_About this task_
Every entry below must be transcribed exactly, with no line missing.

_Data for processing_
------

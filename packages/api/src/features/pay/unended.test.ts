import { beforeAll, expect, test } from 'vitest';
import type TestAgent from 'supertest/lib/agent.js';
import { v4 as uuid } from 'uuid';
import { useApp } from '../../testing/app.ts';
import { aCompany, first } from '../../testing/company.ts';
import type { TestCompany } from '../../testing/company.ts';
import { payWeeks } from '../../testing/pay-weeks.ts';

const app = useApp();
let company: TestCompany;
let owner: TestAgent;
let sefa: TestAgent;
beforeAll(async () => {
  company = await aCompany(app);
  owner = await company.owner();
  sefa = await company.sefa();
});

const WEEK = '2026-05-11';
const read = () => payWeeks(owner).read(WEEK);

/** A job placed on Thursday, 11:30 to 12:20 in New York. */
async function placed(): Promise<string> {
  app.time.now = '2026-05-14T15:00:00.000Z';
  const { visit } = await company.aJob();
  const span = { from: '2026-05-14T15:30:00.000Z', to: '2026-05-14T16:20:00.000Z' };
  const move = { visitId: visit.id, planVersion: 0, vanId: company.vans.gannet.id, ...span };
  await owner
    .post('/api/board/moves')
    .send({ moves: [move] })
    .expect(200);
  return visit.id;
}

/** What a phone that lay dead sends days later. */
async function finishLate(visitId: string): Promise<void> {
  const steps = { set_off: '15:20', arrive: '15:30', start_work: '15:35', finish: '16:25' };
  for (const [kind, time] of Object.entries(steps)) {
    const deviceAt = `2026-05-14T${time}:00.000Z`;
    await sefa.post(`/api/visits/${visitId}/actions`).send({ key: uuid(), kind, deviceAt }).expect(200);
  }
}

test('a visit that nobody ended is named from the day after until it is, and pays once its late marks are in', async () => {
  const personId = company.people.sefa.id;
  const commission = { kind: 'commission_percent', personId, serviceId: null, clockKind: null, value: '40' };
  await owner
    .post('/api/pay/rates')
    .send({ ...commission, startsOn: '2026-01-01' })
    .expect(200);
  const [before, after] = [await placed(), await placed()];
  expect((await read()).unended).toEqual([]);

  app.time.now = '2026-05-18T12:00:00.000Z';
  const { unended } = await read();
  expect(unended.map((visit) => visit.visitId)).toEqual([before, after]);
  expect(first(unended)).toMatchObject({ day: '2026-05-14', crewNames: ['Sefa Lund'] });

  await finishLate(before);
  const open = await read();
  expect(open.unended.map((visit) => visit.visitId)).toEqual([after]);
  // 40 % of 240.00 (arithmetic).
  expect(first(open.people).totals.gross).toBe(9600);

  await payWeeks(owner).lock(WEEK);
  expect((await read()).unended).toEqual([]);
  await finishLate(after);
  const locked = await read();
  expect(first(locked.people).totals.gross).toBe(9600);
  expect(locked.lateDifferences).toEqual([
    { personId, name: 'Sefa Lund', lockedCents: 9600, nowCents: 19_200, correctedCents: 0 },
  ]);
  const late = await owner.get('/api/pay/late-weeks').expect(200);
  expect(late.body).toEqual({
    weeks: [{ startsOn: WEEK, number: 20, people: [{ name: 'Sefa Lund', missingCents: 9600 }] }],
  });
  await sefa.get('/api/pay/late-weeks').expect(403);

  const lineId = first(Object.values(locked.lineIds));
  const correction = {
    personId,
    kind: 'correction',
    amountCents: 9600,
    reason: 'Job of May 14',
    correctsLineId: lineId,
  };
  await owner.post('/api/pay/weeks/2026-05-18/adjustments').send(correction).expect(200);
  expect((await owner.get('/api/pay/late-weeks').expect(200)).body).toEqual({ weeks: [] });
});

------

_Task result_
filename packages/api/src/features/pay/unended.test.ts
import { beforeAll, expect, test } from 'vitest';
import type TestAgent from 'supertest/lib/agent.js';
import { v4 as uuid } from 'uuid';
import { useApp } from '../../testing/app.ts';
import { aCompany, first } from '../../testing/company.ts';
import type { TestCompany } from '../../testing/company.ts';
import { payWeeks } from '../../testing/pay-weeks.ts';

const app = useApp();
let company: TestCompany;
let owner: TestAgent;
let sefa: TestAgent;
beforeAll(async () => {
  company = await aCompany(app);
  owner = await company.owner();
  sefa = await company.sefa();
});

const WEEK = '2026-05-11';
const read = () => payWeeks(owner).read(WEEK);

/** A job placed on Thursday, 11:30 to 12:20 in New York. */
async function placed(): Promise<string> {
  app.time.now = '2026-05-14T15:00:00.000Z';
  const { visit } = await company.aJob();
  const span = { from: '2026-05-14T15:30:00.000Z', to: '2026-05-14T16:20:00.000Z' };
  const move = { visitId: visit.id, planVersion: 0, vanId: company.vans.gannet.id, ...span };
  await owner
    .post('/api/board/moves')
    .send({ moves: [move] })
    .expect(200);
  return visit.id;
}

/** What a phone that lay dead sends days later. */
async function finishLate(visitId: string): Promise<void> {
  const steps = { set_off: '15:20', arrive: '15:30', start_work: '15:35', finish: '16:25' };
  for (const [kind, time] of Object.entries(steps)) {
    const deviceAt = `2026-05-14T${time}:00.000Z`;
    await sefa.post(`/api/visits/${visitId}/actions`).send({ key: uuid(), kind, deviceAt }).expect(200);
  }
}

test('a visit that nobody ended is named from the day after until it is, and pays once its late marks are in', async () => {
  const personId = company.people.sefa.id;
  const commission = { kind: 'commission_percent', personId, serviceId: null, clockKind: null, value: '40' };
  await owner
    .post('/api/pay/rates')
    .send({ ...commission, startsOn: '2026-01-01' })
    .expect(200);
  const [before, after] = [await placed(), await placed()];
  expect((await read()).unended).toEqual([]);

  app.time.now = '2026-05-18T12:00:00.000Z';
  const { unended } = await read();
  expect(unended.map((visit) => visit.visitId)).toEqual([before, after]);
  expect(first(unended)).toMatchObject({ day: '2026-05-14', crewNames: ['Sefa Lund'] });

  await finishLate(before);
  const open = await read();
  expect(open.unended.map((visit) => visit.visitId)).toEqual([after]);
  // 40 % of 240.00 (arithmetic).
  expect(first(open.people).totals.gross).toBe(9600);

  await payWeeks(owner).lock(WEEK);
  expect((await read()).unended).toEqual([]);
  await finishLate(after);
  const locked = await read();
  expect(first(locked.people).totals.gross).toBe(9600);
  expect(locked.lateDifferences).toEqual([
    { personId, name: 'Sefa Lund', lockedCents: 9600, nowCents: 19_200, correctedCents: 0 },
  ]);
  const late = await owner.get('/api/pay/late-weeks').expect(200);
  expect(late.body).toEqual({
    weeks: [{ startsOn: WEEK, number: 20, people: [{ name: 'Sefa Lund', missingCents: 9600 }] }],
  });
  await sefa.get('/api/pay/late-weeks').expect(403);

  const lineId = first(Object.values(locked.lineIds));
  const correction = {
    personId,
    kind: 'correction',
    amountCents: 9600,
    reason: 'Job of May 14',
    correctsLineId: lineId,
  };
  await owner.post('/api/pay/weeks/2026-05-18/adjustments').send(correction).expect(200);
  expect((await owner.get('/api/pay/late-weeks').expect(200)).body).toEqual({ weeks: [] });
});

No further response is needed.